With Stategraph, you'll get all the benefits and isolation of separate state files, but when you changed resources, you'll get meaningful plans around all of the infrastructure they impact, not just the statically defined boundaries of a state file.
lawnchair
Author here. You are right that splitting by microservice reduces overlap. The problem is shared resources never go away such as VPCs IAM or databases so contention shows up there.

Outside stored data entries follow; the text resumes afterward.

import { createHash } from 'node:crypto';
import { mkdtemp, rm, writeFile } from 'node:fs/promises';
import os from 'node:os';
import path from 'node:path';
import geodesic from 'geographiclib-geodesic';
import type { Knex } from 'knex';
import { stringify } from 'csv-stringify/sync';
import { getProject } from '../projects';
import { loadPrincipal } from '../../lib/auth/principal';
import { mulberry32 } from '../../lib/records/seeded-random';
import { importAddresses } from '../../lib/services/address-import';
import { connectAddress, recomputeHouseholds } from '../../lib/services/households';
import { DEMO_PROJECT, DEMO_USERS } from './01_demo';

// The demo's address register in Quillhaven North: a few hundred invented addresses along the four demo
// streets, odd numbers on the trench's side and even ones across, some flats (2–24 households), a few
// corner plots and infill houses with a letter (12a), invented postcodes. Imported through the real address
// import as a CSV, a handful of drops recorded as installed by the surveyor, then households worked out
// twice: once as of 19 November (before the drops) and once today, so the progress chart has two days.
// Generated with a seeded generator: the same register every time. Fictional, idempotent.
const G = geodesic.Geodesic.WGS84;
// the demo design's origin and local east/north metres (db/seeds/02_demo_field_work.ts)
const O: [number, number] = [9.104, 52.106];
const at = (east: number, north: number): [number, number] => {
  const a = G.Direct(O[1], O[0], 90, east);
  const b = G.Direct(a.lat2!, a.lon2!, 0, north);
  return [b.lon2!, b.lat2!];
};

interface Street {
  code: string;
  name: string;
  postcode: string;
  /** the street's line in local metres, the same as its demo route */
  line: [number, number][];
  /** the side of the trench (odd numbers): +1 left of the line's direction, -1 right */
  trenchSide: 1 | -1;
  from: number;
  to: number;
}

// crossings QN-X1..X3 run south from Lanternfield Road, so its south side is across; the other streets'
// trench side is the one the design's junctions make natural (inside the block)
const STREETS: Street[] = [
  { code: 'LR', name: 'Lanternfield Road', postcode: 'QH7 2LF', line: [[0, 0], [140, 0], [280, 8]], trenchSide: 1, from: 6, to: 272 },
  { code: 'CW', name: 'Cobbler Walk', postcode: 'QH7 2CW', line: [[140, 0], [140, 130]], trenchSide: 1, from: 16, to: 122 },
  { code: 'SR', name: 'Saltmarsh Row', postcode: 'QH7 3SR', line: [[280, 8], [285, -110]], trenchSide: 1, from: 16, to: 112 },
  { code: 'WR', name: 'Wickham Rise', postcode: 'QH7 2WR', line: [[140, 130], [250, 136]], trenchSide: -1, from: 12, to: 104 },
];

/** A point `s` metres along a polyline and `off` metres to its left (negative: right). */
function along(line: [number, number][], s: number, off: number): [number, number] {
  let rest = s;
  for (let i = 1; i < line.length; i++) {
    const [x0, y0] = line[i - 1];
    const [x1, y1] = line[i];
    const len = Math.hypot(x1 - x0, y1 - y0);
    if (rest <= len || i === line.length - 1) {
      const ux = (x1 - x0) / len;
      const uy = (y1 - y0) / len;
      return [x0 + ux * rest - uy * off, y0 + uy * rest + ux * off];
    }
    rest -= len;
  }
  return line[0];
}

export interface DemoAddress {
  key: string;
  street: string;
  number: string;
  postcode: string;
  units: number;
  buildingType: string;
  lon: number;
  lat: number;
}

/** The demo register, the same every time (seeded): about 220 addresses. */
export function demoAddresses(): DemoAddress[] {
  const u = mulberry32(1504);
  const out: DemoAddress[] = [];
  for (const st of STREETS) {
    for (const side of [1, -1] as const) {
      // odd numbers on the trench's side, even across; terraced houses ~5 m apart, flats wider
      let n = side === 1 ? 1 : 2;
      let s = st.from + u() * 2;
      while (s <= st.to) {
        const flats = u() < 0.1;
        const units = flats ? 2 + Math.floor(u() * 23) : 1;
        // houses set back 8–12 m from the trench's side; across, the width of the road (9 m) further
        const back = 8 + u() * 4 + (side === st.trenchSide ? 0 : 9);
        const [e, nn] = along(st.line, s, side * st.trenchSide * back);
        const [lon, lat] = at(e, nn);
        out.push({ key: `QH-${st.code}-${n}`, street: st.name, number: String(n), postcode: st.postcode, units, buildingType: flats ? 'flats' : 'house', lon, lat });
        // now and then an infill house with a letter, in the garden of the one before
        if (!flats && u() < 0.05) {
          const [e2, n2] = along(st.line, s + 2.5, side * st.trenchSide * (back + 6));
          const [lon2, lat2] = at(e2, n2);
          out.push({ key: `QH-${st.code}-${n}a`, street: st.name, number: `${n}a`, postcode: st.postcode, units: 1, buildingType: 'house', lon: lon2, lat: lat2 });
        }
        n += 2;
        s += flats ? 14 + u() * 4 : 4.2 + u() * 1.2;
      }
    }
  }
  // corner plots: addressed to one street, standing nearer to the other one
  const corner = (key: string, street: string, number: string, postcode: string, e: number, n: number) => {
    const [lon, lat] = at(e, n);
    out.push({ key, street, number, postcode, units: 1, buildingType: 'house', lon, lat });
  };
  corner('QH-CW-1c', 'Cobbler Walk', '1c', 'QH7 2CW', 148, 9);
  corner('QH-LR-121c', 'Lanternfield Road', '121c', 'QH7 2LF', 131, 12);
  corner('QH-WR-2c', 'Wickham Rise', '2c', 'QH7 2WR', 152, 122);
  corner('QH-SR-1c', 'Saltmarsh Row', '1c', 'QH7 3SR', 292, 0);
  return out;
}

/** The register as the CSV a town's address office might send: its own column names, a mapping given. */
export function demoAddressCsv(addresses: DemoAddress[]): string {
  return stringify([
    ['address_id', 'street', 'house_no', 'postcode', 'town', 'households', 'building', 'lon', 'lat'],
    ...addresses.map((a) => [a.key, a.street, a.number, a.postcode, 'Quillhaven', a.units, a.buildingType, a.lon.toFixed(8), a.lat.toFixed(8)]),
  ]);
}

export const DEMO_ADDRESS_MAPPING = { key: 'address_id', street: 'street', number: 'house_no', postcode: 'postcode', locality: 'town', units: 'households', buildingType: 'building', lon: 'lon', lat: 'lat' };

export async function seed(knex: Knex): Promise<void> {
  const row = await knex('projects').whereRaw('lower(name) = lower(?)', [DEMO_PROJECT]).first('id');
  if (!row) return;
  if (!(await knex('reconcile_runs').where({ project_id: row.id }).first('id'))) return;
  if (await knex('addresses').where({ project_id: row.id }).first('id')) return;
  const userId = async (role: string) => (await knex('users').where({ email: DEMO_USERS.find((x) => x.role === role)!.email }).first('id')).id;
  const engineer = (await loadPrincipal(knex, await userId('engineer')))!;
  const surveyor = (await loadPrincipal(knex, await userId('surveyor')))!;
  const project = (await getProject(knex, row.id))!;
  const dir = await mkdtemp(path.join(os.tmpdir(), 'trenchbook-seed-addresses-'));
  try {
    const text = demoAddressCsv(demoAddresses());
    const tmpPath = path.join(dir, 'quillhaven-north-addresses.csv');
    await writeFile(tmpPath, text);
    const bytes = Buffer.from(text);
    await importAddresses(knex, engineer, project, {
      files: [{ field: 'file', fileName: 'quillhaven-north-addresses.csv', tmpPath, size: bytes.length, sha256: createHash('sha256').update(bytes).digest('hex') }],
      fields: { mapping: JSON.stringify(DEMO_ADDRESS_MAPPING) },
      cleanup: async () => {},
    });
  } finally {
    await rm(dir, { recursive: true, force: true });
  }
  const quiet = async () => {};
  await recomputeHouseholds(knex, row.id, quiet, new Date('2026-11-19T12:00:00Z'));
  // drops installed at a handful of passed houses on Cobbler Walk and Lanternfield Road
  const passed = await knex('addresses').where({ project_id: row.id, passed: true }).whereIn('street', ['Cobbler Walk', 'Lanternfield Road']).orderBy('key').select('id');
  const picks = passed.filter((_: unknown, i: number) => i % 9 === 0).slice(0, 7);
  for (const [i, a] of picks.entries()) {
    await connectAddress(knex, surveyor, project, a.id, { connected: true, connectedOn: `2026-11-${String(20 + i).padStart(2, '0')}` });
  }
  await recomputeHouseholds(knex, row.id, quiet);
}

Splitting state files is the common workaround but that only creates new problems like cross state dependencies and orchestration glue. The real issue is the storage model which is a single JSON blob with a global lock. Treating state as a graph with proper concurrency control avoids contention while keeping a cohesive view of infrastructure.
spinningarrow
Do you have an example you can share?
We have about 30 services with each managing their own terraform state. We also have a shared infra repo managing some top level items. We haven’t run into any issues (with any regularity at least) that I can think of but I’m wondering if this could be a good tool for us as we grow and things become even more complex?
lawnchair
The pain really shows up when teams manage large sets of infrastructure in one place with thousands of resources. Even a small change forces a global refresh and a global lock, so you end up waiting on operations that have nothing to do with your change. Splitting reduces contention but fragments your view of the system. We want state to behave like the dependency graph it already is.
dwroberts
If you use a tool like Atmos (https://atmos.tools/) you kind of fix this issue already for free - because it takes the place of the root module, it actually manages the state of each sub module separately (they each have their own individual state file rather than being converged into one).
lawnchair
I don't think it fixes it. Atmos makes splitting and managing multiple states easier, but it still splits the graph. It doesn't change the underlying execution model.
pst
This is awesome. Having a single state for all resources in an environment is critical for keeping all the moving pieces in check and a core design aspect of Kubestack. But the growing state files quickly become a bottleneck. I'm definitely giving this a good test drive. Very excited.
sausagefeet
Thank you, that is great to hear! We're pushing pretty hard to get a pre-alpha out to get some foundations testable by the community.
arccy
so kind of like crossplane where each resource is managed individually?
tuananh
can it be a sqlite db in s3 with locking implemented with s3?
sausagefeet
Hello, Stategraph developer here, the answer is: probably not. That doesn't resolve the core issue of state being managed as a big blob.
Hmm
I don’t see the state file as a complete downside. It is very simple and very easy to understand. It makes it easy to tell or predict what terraform will do given the current state and desired state.
Its simpleness makes troubleshooting easier: the state files are easy to read and manipulate or repair in the event of a drift, mismatch, or botched provider update.
With the solution proposed it feels like the state becomes a black box I shouldn’t put my hands in. I wonder how the troubleshooting scenarios change with it.
Personally, I haven’t ran into the scaling issue described; at any given time there is usually only one entity working with the state file. We do use terragrunt for larger systems but it is manageable. ~1000 engineer org.